+++ DATASET EXTRACT

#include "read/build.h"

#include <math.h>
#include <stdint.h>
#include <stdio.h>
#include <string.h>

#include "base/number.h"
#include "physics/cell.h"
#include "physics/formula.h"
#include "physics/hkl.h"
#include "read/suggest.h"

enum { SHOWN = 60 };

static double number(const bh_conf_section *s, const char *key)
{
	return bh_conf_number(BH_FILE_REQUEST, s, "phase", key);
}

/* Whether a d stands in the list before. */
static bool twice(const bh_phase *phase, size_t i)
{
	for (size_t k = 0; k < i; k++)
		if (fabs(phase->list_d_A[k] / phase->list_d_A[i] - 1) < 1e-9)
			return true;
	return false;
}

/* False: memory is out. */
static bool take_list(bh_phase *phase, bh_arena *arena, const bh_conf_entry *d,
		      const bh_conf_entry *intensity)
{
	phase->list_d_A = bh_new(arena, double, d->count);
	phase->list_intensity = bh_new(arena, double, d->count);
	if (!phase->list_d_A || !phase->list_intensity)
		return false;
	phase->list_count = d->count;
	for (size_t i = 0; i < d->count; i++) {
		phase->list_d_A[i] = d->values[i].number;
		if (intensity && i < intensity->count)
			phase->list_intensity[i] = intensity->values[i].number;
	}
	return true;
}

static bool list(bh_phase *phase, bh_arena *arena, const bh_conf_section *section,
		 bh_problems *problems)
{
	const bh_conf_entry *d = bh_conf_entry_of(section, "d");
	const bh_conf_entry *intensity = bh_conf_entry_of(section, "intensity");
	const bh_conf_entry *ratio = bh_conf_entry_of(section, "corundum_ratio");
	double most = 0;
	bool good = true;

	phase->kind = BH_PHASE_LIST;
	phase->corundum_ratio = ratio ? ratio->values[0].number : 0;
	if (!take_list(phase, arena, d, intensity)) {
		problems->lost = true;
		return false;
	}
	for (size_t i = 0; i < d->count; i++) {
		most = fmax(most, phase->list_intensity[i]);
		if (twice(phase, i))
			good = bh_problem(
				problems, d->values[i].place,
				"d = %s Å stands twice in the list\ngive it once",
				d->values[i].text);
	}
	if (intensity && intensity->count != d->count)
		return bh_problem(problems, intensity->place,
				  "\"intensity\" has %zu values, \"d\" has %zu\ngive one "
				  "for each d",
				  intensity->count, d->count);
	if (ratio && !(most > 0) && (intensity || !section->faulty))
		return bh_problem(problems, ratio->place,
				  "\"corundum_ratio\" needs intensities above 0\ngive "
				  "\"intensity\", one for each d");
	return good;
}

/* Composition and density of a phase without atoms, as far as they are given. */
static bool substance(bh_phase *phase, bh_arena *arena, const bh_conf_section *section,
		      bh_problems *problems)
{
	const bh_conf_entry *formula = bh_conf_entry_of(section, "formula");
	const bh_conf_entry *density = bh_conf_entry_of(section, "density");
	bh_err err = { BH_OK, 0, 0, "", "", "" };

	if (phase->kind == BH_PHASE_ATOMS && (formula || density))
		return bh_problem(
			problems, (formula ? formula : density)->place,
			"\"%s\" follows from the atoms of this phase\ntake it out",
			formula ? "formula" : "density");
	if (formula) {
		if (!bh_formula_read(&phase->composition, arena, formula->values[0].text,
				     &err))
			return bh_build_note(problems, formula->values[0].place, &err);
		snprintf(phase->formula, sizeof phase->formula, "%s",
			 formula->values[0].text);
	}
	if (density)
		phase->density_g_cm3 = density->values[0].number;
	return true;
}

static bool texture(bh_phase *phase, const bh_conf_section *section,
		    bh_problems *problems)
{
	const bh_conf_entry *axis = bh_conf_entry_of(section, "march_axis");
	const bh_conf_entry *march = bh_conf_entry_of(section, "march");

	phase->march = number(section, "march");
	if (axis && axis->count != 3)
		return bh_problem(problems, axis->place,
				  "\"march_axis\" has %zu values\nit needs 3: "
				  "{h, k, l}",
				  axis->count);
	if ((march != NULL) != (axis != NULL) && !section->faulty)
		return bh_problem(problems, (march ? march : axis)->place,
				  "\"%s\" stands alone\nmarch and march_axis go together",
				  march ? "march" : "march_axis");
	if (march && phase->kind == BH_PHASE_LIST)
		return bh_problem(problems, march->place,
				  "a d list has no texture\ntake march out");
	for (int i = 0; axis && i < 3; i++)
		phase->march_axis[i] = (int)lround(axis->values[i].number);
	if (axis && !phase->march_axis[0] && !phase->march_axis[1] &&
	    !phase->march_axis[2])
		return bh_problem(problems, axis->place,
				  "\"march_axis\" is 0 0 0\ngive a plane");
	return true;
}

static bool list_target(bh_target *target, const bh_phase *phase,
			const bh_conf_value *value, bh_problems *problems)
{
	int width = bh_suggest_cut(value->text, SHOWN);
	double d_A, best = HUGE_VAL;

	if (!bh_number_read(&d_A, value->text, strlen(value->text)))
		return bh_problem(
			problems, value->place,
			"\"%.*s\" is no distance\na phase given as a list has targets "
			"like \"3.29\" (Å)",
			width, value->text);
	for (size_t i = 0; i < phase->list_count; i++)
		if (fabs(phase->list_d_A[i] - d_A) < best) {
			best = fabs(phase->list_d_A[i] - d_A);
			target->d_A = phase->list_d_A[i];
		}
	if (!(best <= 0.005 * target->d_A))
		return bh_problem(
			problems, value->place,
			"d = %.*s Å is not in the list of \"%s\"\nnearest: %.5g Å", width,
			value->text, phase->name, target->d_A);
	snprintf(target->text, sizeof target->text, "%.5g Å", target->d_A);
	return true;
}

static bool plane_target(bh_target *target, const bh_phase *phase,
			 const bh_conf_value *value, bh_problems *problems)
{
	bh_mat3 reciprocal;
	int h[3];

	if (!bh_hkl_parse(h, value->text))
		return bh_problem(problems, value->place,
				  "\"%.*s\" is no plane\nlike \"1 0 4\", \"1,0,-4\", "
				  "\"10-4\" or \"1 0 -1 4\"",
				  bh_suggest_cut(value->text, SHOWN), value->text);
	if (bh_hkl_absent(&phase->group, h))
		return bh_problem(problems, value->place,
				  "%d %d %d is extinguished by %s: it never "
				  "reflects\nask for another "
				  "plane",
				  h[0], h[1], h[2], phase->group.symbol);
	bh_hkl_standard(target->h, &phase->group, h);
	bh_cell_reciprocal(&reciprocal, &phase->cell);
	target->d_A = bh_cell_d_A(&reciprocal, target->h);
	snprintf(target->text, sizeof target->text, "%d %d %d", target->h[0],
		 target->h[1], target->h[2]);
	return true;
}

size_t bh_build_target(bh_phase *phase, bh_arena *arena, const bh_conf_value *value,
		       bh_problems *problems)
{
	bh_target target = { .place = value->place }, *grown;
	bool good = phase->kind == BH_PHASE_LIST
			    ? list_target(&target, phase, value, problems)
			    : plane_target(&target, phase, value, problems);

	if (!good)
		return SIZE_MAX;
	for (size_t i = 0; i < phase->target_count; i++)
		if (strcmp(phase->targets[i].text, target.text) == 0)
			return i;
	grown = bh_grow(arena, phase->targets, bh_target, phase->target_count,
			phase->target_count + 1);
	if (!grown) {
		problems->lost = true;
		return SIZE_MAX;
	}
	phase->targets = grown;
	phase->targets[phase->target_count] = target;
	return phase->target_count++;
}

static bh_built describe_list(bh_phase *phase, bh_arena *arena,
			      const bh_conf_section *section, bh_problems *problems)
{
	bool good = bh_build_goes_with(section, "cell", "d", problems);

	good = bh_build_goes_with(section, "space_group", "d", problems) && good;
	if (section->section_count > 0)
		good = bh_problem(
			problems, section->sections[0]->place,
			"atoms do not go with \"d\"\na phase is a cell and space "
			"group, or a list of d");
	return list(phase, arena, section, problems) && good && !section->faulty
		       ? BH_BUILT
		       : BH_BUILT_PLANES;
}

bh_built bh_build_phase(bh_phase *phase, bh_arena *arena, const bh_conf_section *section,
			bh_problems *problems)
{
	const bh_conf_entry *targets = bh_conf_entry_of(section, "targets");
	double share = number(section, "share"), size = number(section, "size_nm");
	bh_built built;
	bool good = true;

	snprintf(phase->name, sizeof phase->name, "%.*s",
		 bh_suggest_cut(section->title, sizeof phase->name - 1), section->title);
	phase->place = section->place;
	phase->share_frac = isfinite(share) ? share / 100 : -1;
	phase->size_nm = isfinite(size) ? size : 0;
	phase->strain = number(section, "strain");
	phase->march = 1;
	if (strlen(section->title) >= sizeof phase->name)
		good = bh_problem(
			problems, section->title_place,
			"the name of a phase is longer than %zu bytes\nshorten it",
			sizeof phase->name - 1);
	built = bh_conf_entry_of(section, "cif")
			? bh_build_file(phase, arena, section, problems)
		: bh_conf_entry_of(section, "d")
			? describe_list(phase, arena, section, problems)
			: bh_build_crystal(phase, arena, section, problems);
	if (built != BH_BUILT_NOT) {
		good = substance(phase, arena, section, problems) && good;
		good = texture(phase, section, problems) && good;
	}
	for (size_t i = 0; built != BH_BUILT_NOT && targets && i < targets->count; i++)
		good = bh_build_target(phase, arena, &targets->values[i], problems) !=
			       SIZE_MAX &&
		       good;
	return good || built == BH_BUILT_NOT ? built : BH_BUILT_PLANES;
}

++++++

▶ TASK DIRECTIONS:
Wherever the word "grown" appears in the listing, copy the line that holds it.

▶ SOLUTION FOR THIS TASK:
	bh_target target = { .place = value->place }, *grown;
	grown = bh_grow(arena, phase->targets, bh_target, phase->target_count,
	if (!grown) {
	phase->targets = grown;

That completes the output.